Task to carry out: In the material below, how many lines contain the string "every"? Reply with the number only.

==========

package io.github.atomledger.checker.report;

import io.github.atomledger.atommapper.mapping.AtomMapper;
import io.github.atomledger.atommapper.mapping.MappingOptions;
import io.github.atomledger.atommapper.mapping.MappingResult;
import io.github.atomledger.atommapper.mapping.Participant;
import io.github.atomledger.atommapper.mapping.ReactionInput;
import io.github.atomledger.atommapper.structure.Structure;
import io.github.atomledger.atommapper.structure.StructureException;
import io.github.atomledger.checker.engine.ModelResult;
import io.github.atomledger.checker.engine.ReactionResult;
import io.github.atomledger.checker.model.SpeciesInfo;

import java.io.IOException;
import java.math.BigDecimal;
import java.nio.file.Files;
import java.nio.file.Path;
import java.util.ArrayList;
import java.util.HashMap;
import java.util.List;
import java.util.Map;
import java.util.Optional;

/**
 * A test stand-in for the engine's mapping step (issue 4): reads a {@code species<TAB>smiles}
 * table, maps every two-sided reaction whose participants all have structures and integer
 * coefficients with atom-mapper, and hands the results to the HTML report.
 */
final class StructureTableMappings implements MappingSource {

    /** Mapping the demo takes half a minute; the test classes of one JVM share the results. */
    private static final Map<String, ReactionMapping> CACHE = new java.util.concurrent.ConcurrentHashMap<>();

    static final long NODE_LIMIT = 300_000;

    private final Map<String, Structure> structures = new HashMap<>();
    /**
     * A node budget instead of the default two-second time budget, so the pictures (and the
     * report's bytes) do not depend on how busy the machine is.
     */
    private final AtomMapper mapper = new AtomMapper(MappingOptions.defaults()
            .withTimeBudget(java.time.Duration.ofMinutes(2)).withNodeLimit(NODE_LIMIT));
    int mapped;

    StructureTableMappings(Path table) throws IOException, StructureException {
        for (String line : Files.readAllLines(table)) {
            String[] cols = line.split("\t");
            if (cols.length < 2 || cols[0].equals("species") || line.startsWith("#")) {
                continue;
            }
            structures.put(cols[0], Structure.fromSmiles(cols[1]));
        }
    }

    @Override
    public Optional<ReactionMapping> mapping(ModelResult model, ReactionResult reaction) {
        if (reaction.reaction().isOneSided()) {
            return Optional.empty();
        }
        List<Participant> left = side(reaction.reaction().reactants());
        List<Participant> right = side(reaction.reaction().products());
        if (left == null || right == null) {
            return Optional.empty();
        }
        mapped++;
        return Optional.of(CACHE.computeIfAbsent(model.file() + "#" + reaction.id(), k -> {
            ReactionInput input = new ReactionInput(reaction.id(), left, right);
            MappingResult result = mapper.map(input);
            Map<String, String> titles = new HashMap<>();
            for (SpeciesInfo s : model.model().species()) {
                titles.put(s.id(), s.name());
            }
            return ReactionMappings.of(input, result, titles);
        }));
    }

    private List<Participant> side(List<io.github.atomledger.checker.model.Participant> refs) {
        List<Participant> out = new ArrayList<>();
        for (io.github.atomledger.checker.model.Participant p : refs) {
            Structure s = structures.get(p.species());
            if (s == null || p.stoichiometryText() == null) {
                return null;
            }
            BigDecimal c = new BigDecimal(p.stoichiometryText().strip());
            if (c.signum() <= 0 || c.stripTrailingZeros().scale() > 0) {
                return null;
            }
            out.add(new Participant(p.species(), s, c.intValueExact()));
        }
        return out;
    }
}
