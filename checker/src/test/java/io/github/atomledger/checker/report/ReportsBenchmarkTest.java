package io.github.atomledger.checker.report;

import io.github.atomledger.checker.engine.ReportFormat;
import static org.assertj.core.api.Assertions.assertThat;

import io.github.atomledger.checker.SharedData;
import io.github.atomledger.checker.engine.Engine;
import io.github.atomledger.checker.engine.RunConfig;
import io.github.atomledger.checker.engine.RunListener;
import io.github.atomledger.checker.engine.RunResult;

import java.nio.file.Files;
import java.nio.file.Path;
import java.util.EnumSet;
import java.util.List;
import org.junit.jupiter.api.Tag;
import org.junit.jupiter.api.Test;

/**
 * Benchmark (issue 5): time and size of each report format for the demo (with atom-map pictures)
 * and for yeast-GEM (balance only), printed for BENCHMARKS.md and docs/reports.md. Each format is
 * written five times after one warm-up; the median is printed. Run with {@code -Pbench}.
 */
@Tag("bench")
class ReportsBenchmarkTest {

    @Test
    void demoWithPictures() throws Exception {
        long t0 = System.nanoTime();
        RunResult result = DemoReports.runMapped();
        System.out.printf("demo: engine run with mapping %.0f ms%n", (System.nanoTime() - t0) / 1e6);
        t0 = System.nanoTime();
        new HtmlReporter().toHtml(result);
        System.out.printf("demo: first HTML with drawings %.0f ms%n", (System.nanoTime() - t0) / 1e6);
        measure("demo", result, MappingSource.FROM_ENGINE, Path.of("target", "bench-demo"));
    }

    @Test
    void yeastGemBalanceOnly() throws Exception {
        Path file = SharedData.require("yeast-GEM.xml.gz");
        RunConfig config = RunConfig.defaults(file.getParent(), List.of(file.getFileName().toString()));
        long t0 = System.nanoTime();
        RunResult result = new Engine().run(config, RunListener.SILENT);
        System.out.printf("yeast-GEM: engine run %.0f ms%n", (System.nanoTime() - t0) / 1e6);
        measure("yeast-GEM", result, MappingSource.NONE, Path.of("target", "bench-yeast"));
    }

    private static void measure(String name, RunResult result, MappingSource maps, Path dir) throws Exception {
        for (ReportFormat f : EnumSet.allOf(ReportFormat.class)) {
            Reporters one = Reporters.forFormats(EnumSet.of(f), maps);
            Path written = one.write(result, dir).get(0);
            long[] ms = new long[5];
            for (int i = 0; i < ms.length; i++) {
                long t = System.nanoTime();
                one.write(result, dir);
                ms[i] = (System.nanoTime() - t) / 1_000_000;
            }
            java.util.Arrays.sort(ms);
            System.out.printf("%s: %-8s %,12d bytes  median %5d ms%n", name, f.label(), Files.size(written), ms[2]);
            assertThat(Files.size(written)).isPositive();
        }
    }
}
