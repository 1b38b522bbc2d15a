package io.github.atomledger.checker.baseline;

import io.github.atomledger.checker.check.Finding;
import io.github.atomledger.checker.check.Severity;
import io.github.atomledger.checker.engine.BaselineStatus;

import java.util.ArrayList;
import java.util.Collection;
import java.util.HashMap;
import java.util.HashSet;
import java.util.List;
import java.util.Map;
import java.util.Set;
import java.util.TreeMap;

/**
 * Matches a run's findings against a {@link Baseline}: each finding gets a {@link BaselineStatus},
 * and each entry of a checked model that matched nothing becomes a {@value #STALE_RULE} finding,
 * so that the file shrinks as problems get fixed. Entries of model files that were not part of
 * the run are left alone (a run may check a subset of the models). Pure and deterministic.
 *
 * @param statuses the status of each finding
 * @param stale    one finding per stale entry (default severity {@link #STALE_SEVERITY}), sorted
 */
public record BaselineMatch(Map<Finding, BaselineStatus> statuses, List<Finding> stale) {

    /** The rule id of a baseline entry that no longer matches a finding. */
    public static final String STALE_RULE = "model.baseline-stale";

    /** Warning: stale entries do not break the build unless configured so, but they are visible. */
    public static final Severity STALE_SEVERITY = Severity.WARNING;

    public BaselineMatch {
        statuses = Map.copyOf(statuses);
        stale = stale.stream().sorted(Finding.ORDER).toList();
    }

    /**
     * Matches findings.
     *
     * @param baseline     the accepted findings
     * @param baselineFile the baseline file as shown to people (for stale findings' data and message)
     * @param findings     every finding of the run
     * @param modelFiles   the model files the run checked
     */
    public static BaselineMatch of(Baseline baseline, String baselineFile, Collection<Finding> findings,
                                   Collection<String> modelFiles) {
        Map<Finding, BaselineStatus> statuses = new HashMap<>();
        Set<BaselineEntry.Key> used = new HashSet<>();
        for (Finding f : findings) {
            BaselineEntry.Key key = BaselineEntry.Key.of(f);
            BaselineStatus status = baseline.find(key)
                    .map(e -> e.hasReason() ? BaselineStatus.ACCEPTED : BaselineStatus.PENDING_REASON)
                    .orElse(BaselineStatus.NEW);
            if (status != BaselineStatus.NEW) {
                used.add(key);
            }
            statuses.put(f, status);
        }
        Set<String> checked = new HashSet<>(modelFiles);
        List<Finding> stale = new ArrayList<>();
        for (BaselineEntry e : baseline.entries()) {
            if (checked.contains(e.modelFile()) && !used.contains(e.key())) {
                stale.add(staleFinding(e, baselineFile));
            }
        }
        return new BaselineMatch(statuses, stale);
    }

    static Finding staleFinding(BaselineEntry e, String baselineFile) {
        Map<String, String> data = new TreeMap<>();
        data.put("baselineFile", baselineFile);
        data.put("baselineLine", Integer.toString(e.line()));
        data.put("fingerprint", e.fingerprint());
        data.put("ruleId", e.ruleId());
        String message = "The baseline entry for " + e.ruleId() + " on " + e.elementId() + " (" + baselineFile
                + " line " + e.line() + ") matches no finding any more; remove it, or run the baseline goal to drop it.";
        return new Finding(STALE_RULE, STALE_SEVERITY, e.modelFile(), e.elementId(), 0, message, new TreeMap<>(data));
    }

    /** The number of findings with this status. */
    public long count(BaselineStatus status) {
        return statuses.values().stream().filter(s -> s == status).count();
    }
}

==========

Finished exercise: 2